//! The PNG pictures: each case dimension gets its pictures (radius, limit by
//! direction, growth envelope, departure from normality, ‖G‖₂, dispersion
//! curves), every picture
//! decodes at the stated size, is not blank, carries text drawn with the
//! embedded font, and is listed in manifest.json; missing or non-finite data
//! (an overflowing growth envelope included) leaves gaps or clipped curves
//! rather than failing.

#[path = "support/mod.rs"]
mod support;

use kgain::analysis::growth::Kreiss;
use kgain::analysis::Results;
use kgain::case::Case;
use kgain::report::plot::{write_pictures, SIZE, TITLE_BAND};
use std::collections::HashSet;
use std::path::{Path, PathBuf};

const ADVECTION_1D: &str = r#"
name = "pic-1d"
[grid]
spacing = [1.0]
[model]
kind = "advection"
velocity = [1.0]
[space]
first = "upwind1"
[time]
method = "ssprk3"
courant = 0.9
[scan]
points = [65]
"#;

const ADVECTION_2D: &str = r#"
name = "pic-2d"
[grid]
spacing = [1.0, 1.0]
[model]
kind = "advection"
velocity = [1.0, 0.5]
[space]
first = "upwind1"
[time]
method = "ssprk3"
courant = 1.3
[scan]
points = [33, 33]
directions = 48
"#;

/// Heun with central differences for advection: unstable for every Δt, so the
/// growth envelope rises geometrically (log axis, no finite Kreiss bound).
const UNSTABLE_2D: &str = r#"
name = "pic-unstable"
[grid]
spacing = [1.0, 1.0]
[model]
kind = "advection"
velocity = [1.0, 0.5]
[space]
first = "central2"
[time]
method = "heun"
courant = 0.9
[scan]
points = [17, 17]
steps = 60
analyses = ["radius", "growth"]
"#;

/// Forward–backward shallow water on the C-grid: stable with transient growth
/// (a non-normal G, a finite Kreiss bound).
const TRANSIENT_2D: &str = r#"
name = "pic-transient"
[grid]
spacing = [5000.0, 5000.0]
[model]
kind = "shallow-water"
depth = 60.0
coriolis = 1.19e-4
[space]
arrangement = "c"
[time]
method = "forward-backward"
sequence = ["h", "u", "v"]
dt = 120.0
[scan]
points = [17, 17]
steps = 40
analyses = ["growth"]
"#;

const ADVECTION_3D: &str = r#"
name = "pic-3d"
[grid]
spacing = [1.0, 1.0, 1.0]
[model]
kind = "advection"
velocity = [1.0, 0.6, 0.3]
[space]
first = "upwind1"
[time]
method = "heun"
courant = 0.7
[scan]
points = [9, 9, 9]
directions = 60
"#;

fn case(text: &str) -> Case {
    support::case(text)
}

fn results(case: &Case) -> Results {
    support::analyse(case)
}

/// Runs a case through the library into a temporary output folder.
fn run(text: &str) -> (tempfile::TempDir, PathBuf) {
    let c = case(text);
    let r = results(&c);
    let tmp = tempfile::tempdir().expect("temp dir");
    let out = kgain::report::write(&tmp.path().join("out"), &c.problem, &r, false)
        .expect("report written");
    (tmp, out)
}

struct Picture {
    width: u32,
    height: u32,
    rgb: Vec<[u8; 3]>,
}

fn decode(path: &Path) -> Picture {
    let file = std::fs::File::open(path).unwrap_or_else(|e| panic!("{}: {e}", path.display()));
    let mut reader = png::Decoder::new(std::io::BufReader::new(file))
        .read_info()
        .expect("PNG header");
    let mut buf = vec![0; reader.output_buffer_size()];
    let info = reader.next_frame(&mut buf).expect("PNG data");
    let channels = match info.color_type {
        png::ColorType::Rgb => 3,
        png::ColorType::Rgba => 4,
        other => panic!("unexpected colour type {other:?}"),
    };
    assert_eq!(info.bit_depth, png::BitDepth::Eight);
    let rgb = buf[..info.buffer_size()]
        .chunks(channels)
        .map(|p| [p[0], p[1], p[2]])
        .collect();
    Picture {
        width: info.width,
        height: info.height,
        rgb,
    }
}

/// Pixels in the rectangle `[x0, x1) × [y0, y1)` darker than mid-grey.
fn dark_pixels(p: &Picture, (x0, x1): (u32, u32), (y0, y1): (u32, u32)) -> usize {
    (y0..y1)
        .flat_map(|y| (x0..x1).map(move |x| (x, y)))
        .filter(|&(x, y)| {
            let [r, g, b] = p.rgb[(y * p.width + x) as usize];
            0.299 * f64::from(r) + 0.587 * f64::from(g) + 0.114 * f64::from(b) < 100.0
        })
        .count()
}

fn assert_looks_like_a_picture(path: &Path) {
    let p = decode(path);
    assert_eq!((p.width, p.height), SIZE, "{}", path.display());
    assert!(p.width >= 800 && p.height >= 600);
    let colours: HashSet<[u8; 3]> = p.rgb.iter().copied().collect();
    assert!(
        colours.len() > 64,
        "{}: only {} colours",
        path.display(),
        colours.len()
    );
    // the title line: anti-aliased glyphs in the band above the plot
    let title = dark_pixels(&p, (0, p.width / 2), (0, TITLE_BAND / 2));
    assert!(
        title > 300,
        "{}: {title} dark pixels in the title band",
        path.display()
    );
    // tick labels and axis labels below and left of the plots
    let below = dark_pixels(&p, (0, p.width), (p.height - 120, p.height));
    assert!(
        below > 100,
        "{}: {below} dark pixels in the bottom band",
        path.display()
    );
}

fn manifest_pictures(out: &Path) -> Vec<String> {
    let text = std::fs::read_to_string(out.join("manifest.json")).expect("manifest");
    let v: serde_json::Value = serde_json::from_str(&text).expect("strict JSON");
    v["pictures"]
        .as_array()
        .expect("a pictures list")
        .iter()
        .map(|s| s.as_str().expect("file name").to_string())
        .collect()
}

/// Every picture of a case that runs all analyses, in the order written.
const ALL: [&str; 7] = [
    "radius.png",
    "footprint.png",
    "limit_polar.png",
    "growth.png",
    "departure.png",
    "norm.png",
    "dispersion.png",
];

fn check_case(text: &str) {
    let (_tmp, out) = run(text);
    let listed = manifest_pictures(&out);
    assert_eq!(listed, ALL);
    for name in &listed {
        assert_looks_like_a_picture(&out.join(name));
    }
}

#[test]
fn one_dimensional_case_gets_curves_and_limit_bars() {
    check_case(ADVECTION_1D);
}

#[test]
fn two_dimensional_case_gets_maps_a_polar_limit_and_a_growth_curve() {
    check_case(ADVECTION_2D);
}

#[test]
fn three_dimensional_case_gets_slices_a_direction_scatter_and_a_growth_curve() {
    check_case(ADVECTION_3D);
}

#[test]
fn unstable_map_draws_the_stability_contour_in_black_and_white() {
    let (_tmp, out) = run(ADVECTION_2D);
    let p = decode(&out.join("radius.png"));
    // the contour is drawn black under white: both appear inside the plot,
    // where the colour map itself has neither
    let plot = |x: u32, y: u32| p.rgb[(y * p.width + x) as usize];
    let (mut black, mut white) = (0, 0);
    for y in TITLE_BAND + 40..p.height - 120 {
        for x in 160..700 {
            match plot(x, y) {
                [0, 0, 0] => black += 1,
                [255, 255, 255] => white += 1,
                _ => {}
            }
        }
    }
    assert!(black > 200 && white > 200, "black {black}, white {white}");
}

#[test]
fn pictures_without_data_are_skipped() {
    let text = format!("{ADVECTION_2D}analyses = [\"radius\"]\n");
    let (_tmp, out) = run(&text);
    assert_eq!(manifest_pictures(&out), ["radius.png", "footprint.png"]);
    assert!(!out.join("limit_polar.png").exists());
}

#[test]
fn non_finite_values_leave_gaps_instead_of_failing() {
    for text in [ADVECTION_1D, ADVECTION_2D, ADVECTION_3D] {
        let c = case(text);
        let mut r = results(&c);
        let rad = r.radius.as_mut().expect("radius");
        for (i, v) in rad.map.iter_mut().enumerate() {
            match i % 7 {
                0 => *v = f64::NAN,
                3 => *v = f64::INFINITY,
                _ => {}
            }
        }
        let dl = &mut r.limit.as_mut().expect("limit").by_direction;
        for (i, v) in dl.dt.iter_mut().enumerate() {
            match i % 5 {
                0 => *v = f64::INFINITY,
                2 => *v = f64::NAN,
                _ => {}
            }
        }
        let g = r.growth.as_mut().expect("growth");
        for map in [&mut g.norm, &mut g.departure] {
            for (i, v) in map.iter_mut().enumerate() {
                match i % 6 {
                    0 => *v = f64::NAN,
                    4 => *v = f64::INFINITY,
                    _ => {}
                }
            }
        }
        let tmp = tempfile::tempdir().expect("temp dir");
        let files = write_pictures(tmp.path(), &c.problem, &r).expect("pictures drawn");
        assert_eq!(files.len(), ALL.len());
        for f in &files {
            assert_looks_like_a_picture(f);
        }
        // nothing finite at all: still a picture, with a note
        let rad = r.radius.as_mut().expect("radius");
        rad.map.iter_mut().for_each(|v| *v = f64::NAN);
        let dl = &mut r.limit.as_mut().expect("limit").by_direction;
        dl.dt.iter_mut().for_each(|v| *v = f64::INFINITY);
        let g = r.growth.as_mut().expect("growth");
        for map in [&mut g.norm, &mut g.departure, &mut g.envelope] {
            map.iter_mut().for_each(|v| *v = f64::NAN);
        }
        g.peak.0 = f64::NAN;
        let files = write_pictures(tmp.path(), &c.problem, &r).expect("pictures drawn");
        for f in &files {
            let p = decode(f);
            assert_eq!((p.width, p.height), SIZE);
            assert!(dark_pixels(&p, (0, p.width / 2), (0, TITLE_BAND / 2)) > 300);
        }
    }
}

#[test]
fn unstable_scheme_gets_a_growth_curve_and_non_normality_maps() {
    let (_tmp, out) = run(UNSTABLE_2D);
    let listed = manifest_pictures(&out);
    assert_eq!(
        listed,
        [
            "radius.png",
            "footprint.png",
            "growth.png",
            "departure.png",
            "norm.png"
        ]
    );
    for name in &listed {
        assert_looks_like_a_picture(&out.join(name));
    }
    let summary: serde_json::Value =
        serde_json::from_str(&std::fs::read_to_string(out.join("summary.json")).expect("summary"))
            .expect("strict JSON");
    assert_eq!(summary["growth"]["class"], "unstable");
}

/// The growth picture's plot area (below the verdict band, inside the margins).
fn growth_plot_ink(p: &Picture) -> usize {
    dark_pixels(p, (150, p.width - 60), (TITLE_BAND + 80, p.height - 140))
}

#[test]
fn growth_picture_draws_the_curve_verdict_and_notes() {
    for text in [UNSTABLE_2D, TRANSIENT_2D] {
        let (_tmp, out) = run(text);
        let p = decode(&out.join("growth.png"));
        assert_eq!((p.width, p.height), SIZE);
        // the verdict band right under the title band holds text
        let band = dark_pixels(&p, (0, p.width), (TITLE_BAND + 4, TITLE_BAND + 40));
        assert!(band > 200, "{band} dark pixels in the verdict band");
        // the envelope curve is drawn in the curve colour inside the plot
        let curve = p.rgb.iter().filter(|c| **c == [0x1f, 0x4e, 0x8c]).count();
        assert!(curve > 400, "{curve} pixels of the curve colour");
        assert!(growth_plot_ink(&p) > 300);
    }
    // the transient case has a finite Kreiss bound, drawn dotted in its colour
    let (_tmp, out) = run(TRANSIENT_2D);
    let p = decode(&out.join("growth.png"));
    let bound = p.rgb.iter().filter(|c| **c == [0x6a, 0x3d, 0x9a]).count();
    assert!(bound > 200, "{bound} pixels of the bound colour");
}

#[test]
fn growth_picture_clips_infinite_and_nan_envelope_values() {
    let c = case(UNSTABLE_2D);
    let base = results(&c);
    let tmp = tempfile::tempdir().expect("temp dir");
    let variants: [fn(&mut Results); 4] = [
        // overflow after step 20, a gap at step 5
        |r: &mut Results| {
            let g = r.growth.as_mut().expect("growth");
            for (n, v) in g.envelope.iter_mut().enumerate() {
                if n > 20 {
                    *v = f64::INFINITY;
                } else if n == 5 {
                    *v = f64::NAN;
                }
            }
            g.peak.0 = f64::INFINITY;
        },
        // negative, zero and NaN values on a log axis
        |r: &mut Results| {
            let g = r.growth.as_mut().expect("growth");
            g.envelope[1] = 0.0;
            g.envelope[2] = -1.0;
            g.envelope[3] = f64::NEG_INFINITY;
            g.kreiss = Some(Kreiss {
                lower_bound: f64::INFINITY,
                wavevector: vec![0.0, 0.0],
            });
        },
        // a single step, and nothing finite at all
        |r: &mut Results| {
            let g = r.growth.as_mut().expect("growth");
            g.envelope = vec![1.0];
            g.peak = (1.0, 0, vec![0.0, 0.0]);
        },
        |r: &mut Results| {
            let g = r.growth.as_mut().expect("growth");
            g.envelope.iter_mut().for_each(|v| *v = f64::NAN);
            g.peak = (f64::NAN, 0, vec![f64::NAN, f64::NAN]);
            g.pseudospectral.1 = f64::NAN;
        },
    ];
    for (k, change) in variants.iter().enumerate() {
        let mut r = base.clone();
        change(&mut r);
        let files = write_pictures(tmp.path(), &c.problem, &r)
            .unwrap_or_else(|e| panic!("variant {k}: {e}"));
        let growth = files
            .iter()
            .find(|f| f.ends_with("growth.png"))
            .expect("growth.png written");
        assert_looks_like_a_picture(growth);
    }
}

☆ ☆ ☆ ☆

» **To do**
Scan the material above. Extract every line in which the word "ColorType" occurs.

» **Written solution**
        png::ColorType::Rgb => 3,
        png::ColorType::Rgba => 4,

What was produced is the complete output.